Where in the data does the word "schemas" appear? Find those lines and copy them.

(EXCERPTED RECORDS begins)

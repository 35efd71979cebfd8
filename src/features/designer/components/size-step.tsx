import type { StorefrontCatalog } from '#shared/schemas/catalog.ts';
import { cx } from '#src/lib/cx.ts';

type Size = StorefrontCatalog['blanks'][number]['sizes'][number];
export type Orientation = 'portrait' | 'landscape';

/** A size's own way round; "either" follows its area's longer side. */
export const naturalOrientation = (size: Size): Orientation =>
  size.orientation === 'landscape'
    ? 'landscape'
    : size.orientation === 'portrait'
      ? 'portrait'
      : size.areaWidthMm > size.areaHeightMm
        ? 'landscape'
        : 'portrait';

/** Step 1: the size, with its price and stock, and portrait or landscape where the size allows both. */
export function SizeStep({
  sizes,
  size,
  orientation,
  onSize,
  onOrientation,
}: {
  sizes: Size[];
  size: Size;
  orientation: Orientation;
  onSize(size: Size): void;
  onOrientation(orientation: Orientation): void;
}) {
  return (
    <fieldset className="flex flex-col gap-2">
      <legend className="mb-2 text-sm font-bold uppercase tracking-wide text-graphite-600">1. Size</legend>
      {sizes.map((s) => (
        <label
          key={s.id}
          className={cx(
            'flex items-center justify-between gap-3 rounded-lg border px-4 py-2.5',
            s.id === size.id ? 'border-accent bg-ember-50' : 'border-graphite-200 bg-white',
            s.stock === 'sold-out' && 'opacity-50',
          )}
        >
          <span className="flex items-center gap-3">
            <input
              type="radio"
              name="size"
              value={s.id}
              checked={s.id === size.id}
              disabled={s.stock === 'sold-out'}
              onChange={() => onSize(s)}
              className="size-6 accent-[var(--color-accent)]"
            />
            <span>
              <span className="font-semibold">{s.label}</span>
              <span className="block text-xs text-graphite-500">
                {s.stock === 'sold-out' ? 'Sold out' : s.stock === 'few-left' ? 'Only a few left' : 'In stock'}
              </span>
            </span>
          </span>
          <span className="font-bold">{s.price}</span>
        </label>
      ))}
      {/* A square area reads the same either way round: no choice to offer. */}
      {size.orientation === 'either' && size.areaWidthMm !== size.areaHeightMm && (
        <div
          role="group"
          aria-label="Orientation"
          className="mt-1 inline-flex self-start rounded-full bg-white p-1 ring-1 ring-graphite-200"
        >
          {(['portrait', 'landscape'] as const).map((o) => (
            <button
              key={o}
              type="button"
              aria-pressed={orientation === o}
              onClick={() => onOrientation(o)}
              className={cx(
                'min-h-9 rounded-full px-3 py-1 text-sm font-semibold',
                orientation === o ? 'bg-graphite-900 text-white' : 'text-graphite-700',
              )}
            >
              {o === 'portrait' ? 'Portrait' : 'Landscape'}
            </button>
          ))}
        </div>
      )}
    </fieldset>
  );
}
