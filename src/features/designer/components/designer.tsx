import { useEffect, useMemo, useRef, useState, type KeyboardEvent, type PointerEvent, type RefObject } from 'react';
import { useNavigate } from 'react-router-dom';
import { effectivePpi, largestFairOffered, verdictFor } from '#shared/imaging/photo-checks.ts';
import { orientedArea } from '#shared/imaging/sizing.ts';
import { formatMoney } from '#shared/money.ts';
import type { StorefrontCatalog } from '#shared/schemas/catalog.ts';
import { INSCRIPTION_FONTS, type Inscription } from '#shared/schemas/checkout.ts';
import type { BuyerPhotoView } from '#shared/schemas/photos.ts';
import type { PublicStudio } from '#shared/studio.ts';
import { formatSize } from '#shared/units.ts';
import { Button } from '#src/components/ui/button.tsx';
import { Notice } from '#src/components/ui/notice.tsx';
import { useToast } from '#src/components/ui/toast.tsx';
import { cx } from '#src/lib/cx.ts';
import { useSteadyValue } from '#src/lib/use-steady-value.ts';
import { useCart } from '#src/features/cart/index.ts';
import { clampFraming, MAX_ZOOM, startFraming, toPlacement, type Framing } from '../placement.ts';
import { useMockup } from '../use-mockup.ts';
import { drawInscription } from '../inscription.ts';
import { PhotoDrop } from './photo-drop.tsx';

type Blank = StorefrontCatalog['blanks'][number];
type Size = Blank['sizes'][number];
type Orientation = 'portrait' | 'landscape';

const naturalOrientation = (size: Size): Orientation =>
  size.orientation === 'landscape'
    ? 'landscape'
    : size.orientation === 'portrait'
      ? 'portrait'
      : size.areaWidthMm > size.areaHeightMm
        ? 'landscape'
        : 'portrait';
const shapeRadius = { rectangle: '4px', 'rounded-rectangle': '7%', oval: '50%', circle: '50%' } as const;
const STAGE = { width: 460, height: 520 };
/** The stage's padding (p-6 on both sides) and the blank's 18-pixel rim around the canvas, both sides. */
const STAGE_PADDING = 2 * 24 + 36;

/** The width left inside an element once `padding` is taken off, at most `max`; follows resizes. */
function useAvailableWidth(element: RefObject<HTMLElement | null>, max: number, padding: number): number {
  const [width, setWidth] = useState(max);
  useEffect(() => {
    const node = element.current;
    if (!node) return;
    const measure = () => setWidth(Math.max(120, Math.min(max, node.clientWidth - padding)));
    measure();
    const observer = new ResizeObserver(measure);
    observer.observe(node);
    return () => observer.disconnect();
  }, [element, max, padding]);
  return width;
}

/** Fine straightening on top of quarter turns, within ±15°. */
const MAX_STRAIGHTEN = 15;
const quarterTurnsOf = (rotation: number) => Math.round(rotation / 90);
const straightening = (rotation: number) => rotation - quarterTurnsOf(rotation) * 90;
/** A quarter turn more or less, keeping the straightening, within −180…180. */
const turned = (rotation: number, by: 90 | -90) => ((((rotation + by + 180) % 360) + 360) % 360) - 180;
const formatDegrees = (degrees: number) => `${degrees > 0 ? '+' : degrees < 0 ? '−' : ''}${Math.abs(degrees).toFixed(1)}°`;
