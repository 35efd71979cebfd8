import { z } from 'zod';
import { AppError, errorBodySchema } from '#shared/errors.ts';
import { apiFetch } from '#src/lib/api-client.ts';

const csrfSchema = z.object({ csrfToken: z.string() });
const redirectSchema = z.object({ url: z.string() });

/**
 * Posts one of the sign-in service's forms (fetching its CSRF token first) and returns where it
 * would send the browser. Our own refusals (rate limits, bad input) come back as error bodies.
 */
async function postAuthForm(path: string, fields: Record<string, string>): Promise<URL> {
  const { csrfToken } = await apiFetch('/api/auth/csrf', { schema: csrfSchema });
  const response = await fetch(path, {
    method: 'POST',
    headers: { 'content-type': 'application/x-www-form-urlencoded', 'x-auth-return-redirect': '1' },
    body: new URLSearchParams({ csrfToken, ...fields }),
    credentials: 'same-origin',
  });
  const json: unknown = await response.json().catch(() => null);
  if (!response.ok) {
    const body = errorBodySchema.safeParse(json);
    if (body.success) throw new AppError(body.data.code, body.data.message, { issues: body.data.issues });
    throw new AppError('INTERNAL', 'Sign-in is not available right now. Please try again.');
  }
  const parsed = redirectSchema.safeParse(json);
  if (!parsed.success) throw new AppError('INTERNAL', 'Sign-in is not available right now. Please try again.');
  return new URL(parsed.data.url, window.location.origin);
}

export async function signInWithPassword(email: string, password: string): Promise<void> {
  const target = await postAuthForm('/api/auth/callback/credentials', { email, password });
  if (target.searchParams.has('error')) throw new AppError('UNAUTHENTICATED', 'That e-mail address and password do not match an account.');
}

/** Sends a sign-in link; after opening it, the browser lands on `next`. */
export async function requestSignInLink(email: string, next: string): Promise<void> {
  const target = await postAuthForm('/api/auth/signin/nodemailer', { email, callbackUrl: next });
  if (target.searchParams.has('error'))
    throw new AppError('SERVICE_UNAVAILABLE', 'The sign-in link could not be sent. Please try again in a moment.');
}

export async function signOut(): Promise<void> {
  await postAuthForm('/api/auth/signout', {});
}

export async function signOutEverywhere(): Promise<void> {
  await apiFetch('/api/me/sign-out-everywhere', { method: 'POST' });
}
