import { appendFileSync, mkdirSync } from 'node:fs';
import { join } from 'node:path';
import { startStorageFake } from '#fakes/storage/server.ts';
import { startPaymentsFake } from '#fakes/payments/server.ts';
import { startMailFake } from '#fakes/mail/server.ts';
import { consoleLogger, type RequestLogger } from '#fakes/support/request-log.ts';
import type { Env } from '#server/env.ts';

/**
 * The local stand-ins for object storage, payments and e-mail, configured from the same
 * environment the app reads, so keys and addresses always agree.
 */
export type FakeName = 'storage' | 'payments' | 'mail';
export type RunningFake = { name: FakeName; describe: string; stop(): Promise<void> };

const portOf = (url: string) => Number(new URL(url).port);

export async function startFake(
  name: FakeName,
  env: Env,
  options: { dataDir: string; mailInboxPort: number; webhookUrl?: string; logFile?: string },
): Promise<RunningFake> {
  const log: RequestLogger = options.logFile
    ? (line) => appendFileSync(options.logFile!, `${new Date().toISOString()} [fake:${name}] ${line}\n`)
    : consoleLogger(name);
  if (options.logFile) mkdirSync(join(options.logFile, '..'), { recursive: true });
  const dataDir = join(options.dataDir, name);
  switch (name) {
    case 'storage': {
      const fake = await startStorageFake({
        port: portOf(env.S3_ENDPOINT),
        dataDir,
        credentials: { [env.S3_ACCESS_KEY_ID]: env.S3_SECRET_ACCESS_KEY },
        log,
      });
      return { name, describe: `object storage (S3 API) ${fake.url}`, stop: fake.stop };
    }
    case 'payments': {
      const fake = await startPaymentsFake({
        port: portOf(env.STRIPE_API_URL),
        dataDir,
        secretKeys: [env.STRIPE_SECRET_KEY],
        webhooks: options.webhookUrl ? [{ url: options.webhookUrl, secret: env.STRIPE_WEBHOOK_SECRET }] : [],
        log,
      });
      return { name, describe: `payments API            ${fake.url}`, stop: fake.stop };
    }
    case 'mail': {
      const fake = await startMailFake({ smtpPort: portOf(env.SMTP_URL), httpPort: options.mailInboxPort, dataDir, log });
      return { name, describe: `mail inbox              ${fake.url}  (SMTP ${fake.smtpUrl})`, stop: fake.stop };
    }
  }
}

(EXCERPTED RECORDS ends)

# WRITTEN SOLUTION
import type { StorefrontCatalog } from '#shared/schemas/catalog.ts';
import type { StorefrontCatalog } from '#shared/schemas/catalog.ts';
import { INSCRIPTION_FONTS, type Inscription } from '#shared/schemas/checkout.ts';
import type { BuyerPhotoView } from '#shared/schemas/photos.ts';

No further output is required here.